### [About this task]
Please find how many lines of the data contain the string "falseBrightInterval", and respond with that number only.

[Dataset entries]
--

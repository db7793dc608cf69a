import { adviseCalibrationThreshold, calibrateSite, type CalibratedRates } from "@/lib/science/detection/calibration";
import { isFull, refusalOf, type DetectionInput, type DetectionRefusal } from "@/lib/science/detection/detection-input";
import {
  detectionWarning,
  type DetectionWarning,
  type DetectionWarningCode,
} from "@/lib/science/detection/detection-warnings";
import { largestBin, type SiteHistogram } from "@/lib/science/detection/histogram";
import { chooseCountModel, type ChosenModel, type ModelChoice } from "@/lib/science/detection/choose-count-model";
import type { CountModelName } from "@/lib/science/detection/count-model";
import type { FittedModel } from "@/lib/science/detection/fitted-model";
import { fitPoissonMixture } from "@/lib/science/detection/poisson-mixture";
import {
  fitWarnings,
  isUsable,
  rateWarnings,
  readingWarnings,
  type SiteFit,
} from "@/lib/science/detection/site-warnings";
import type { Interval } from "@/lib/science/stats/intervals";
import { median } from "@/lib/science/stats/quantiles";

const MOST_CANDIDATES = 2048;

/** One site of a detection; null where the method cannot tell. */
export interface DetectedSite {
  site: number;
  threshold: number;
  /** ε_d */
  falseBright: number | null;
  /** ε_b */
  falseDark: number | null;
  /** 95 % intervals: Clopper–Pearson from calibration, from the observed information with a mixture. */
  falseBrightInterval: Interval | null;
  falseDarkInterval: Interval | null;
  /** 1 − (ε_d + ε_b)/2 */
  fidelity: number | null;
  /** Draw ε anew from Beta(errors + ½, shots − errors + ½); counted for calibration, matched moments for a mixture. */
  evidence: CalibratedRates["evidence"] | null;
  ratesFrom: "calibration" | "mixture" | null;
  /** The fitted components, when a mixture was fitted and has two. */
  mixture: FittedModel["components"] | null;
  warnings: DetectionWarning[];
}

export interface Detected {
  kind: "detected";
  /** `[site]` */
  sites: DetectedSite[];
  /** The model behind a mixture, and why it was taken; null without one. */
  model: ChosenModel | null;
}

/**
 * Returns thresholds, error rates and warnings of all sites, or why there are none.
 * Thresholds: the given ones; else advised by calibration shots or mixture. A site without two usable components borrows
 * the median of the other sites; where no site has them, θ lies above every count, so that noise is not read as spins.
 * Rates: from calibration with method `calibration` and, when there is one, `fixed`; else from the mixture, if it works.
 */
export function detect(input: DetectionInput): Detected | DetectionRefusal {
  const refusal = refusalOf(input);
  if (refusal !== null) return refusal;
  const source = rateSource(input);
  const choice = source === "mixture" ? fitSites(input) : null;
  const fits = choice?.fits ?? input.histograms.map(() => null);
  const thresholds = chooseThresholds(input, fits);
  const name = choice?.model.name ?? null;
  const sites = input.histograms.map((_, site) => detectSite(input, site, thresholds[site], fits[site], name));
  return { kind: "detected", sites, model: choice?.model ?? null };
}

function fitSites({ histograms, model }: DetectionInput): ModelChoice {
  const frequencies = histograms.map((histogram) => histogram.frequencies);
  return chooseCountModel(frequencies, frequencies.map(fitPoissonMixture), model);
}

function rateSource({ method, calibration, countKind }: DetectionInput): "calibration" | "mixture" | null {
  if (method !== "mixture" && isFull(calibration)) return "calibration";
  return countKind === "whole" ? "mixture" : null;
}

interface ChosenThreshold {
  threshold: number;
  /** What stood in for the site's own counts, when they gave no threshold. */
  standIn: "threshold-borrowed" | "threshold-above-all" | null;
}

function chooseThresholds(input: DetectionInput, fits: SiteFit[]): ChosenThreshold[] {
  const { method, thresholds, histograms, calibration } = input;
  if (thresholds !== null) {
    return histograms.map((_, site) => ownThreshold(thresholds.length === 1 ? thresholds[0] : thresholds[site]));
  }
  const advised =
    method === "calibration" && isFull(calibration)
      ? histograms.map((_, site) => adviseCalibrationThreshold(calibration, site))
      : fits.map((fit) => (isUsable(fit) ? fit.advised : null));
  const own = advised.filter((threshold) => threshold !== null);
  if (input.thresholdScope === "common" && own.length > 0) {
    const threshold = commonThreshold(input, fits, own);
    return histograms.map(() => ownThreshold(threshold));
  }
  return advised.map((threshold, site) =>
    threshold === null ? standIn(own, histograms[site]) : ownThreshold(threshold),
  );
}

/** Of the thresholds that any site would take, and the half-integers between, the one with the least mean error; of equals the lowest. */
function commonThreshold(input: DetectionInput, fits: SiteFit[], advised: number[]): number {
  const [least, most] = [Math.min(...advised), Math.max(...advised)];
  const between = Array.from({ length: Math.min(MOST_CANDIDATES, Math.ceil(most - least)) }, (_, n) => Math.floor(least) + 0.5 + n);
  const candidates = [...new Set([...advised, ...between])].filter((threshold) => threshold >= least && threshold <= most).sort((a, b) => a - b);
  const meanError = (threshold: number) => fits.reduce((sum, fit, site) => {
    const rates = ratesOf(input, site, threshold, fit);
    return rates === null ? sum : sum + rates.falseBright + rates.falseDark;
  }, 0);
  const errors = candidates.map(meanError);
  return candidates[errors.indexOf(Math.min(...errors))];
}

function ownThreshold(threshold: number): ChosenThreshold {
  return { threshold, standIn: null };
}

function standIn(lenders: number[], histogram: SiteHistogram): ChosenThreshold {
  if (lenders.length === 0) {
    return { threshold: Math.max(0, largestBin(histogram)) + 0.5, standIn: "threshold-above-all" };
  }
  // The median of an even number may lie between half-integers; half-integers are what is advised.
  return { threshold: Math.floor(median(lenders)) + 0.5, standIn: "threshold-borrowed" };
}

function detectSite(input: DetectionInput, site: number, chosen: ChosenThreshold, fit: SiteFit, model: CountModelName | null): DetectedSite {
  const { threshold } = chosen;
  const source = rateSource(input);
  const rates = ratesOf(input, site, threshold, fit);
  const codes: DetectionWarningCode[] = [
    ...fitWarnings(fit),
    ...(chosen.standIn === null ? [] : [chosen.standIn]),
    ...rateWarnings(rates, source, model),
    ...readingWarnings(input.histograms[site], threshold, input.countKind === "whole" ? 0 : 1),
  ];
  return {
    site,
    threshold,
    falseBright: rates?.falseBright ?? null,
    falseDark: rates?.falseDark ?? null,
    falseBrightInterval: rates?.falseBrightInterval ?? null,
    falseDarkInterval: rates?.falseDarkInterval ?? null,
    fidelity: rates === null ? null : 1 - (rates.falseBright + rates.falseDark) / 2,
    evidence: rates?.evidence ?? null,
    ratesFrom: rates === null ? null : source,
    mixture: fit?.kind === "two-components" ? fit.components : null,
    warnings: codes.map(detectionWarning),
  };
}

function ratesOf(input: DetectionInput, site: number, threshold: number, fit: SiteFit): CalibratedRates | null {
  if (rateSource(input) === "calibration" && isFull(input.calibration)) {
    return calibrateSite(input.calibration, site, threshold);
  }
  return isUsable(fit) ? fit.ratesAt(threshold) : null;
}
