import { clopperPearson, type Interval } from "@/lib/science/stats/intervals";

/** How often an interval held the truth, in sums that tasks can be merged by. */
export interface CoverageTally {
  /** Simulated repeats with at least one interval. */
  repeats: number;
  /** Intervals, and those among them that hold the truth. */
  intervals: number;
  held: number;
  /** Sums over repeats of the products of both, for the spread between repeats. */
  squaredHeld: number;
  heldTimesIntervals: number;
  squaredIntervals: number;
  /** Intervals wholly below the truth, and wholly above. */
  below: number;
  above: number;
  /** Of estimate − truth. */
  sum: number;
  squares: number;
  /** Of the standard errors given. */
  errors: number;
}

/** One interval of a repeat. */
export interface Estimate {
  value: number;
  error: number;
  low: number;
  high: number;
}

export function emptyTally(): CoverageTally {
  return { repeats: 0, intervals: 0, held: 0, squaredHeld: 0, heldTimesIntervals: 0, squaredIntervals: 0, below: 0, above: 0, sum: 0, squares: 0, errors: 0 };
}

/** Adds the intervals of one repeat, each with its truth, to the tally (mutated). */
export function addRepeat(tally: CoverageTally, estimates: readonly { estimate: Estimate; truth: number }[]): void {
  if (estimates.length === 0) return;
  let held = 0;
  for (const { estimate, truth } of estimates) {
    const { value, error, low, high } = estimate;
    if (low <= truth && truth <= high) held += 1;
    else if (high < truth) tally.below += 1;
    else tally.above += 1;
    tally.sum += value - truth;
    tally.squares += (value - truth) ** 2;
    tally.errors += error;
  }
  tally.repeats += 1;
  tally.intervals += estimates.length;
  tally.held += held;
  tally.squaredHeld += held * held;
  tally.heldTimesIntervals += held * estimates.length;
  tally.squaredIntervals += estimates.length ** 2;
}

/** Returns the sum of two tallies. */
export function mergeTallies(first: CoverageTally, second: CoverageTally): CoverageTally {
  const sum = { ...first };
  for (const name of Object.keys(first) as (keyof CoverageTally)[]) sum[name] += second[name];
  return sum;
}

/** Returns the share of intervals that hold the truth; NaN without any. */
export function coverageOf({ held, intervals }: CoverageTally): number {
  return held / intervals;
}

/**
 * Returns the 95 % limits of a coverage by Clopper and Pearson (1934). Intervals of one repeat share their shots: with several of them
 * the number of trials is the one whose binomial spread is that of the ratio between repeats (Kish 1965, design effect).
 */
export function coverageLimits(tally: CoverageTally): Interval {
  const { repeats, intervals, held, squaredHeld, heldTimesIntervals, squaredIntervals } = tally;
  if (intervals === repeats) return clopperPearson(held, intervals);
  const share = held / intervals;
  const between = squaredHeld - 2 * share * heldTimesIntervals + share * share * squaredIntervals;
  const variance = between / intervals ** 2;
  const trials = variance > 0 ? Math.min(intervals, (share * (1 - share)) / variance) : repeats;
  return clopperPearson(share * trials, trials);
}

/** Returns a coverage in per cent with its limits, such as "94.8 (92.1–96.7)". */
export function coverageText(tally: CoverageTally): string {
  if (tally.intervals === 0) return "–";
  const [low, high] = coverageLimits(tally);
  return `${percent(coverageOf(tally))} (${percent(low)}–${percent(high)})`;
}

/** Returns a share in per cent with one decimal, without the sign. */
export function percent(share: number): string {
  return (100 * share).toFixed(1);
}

--

### [Output]
2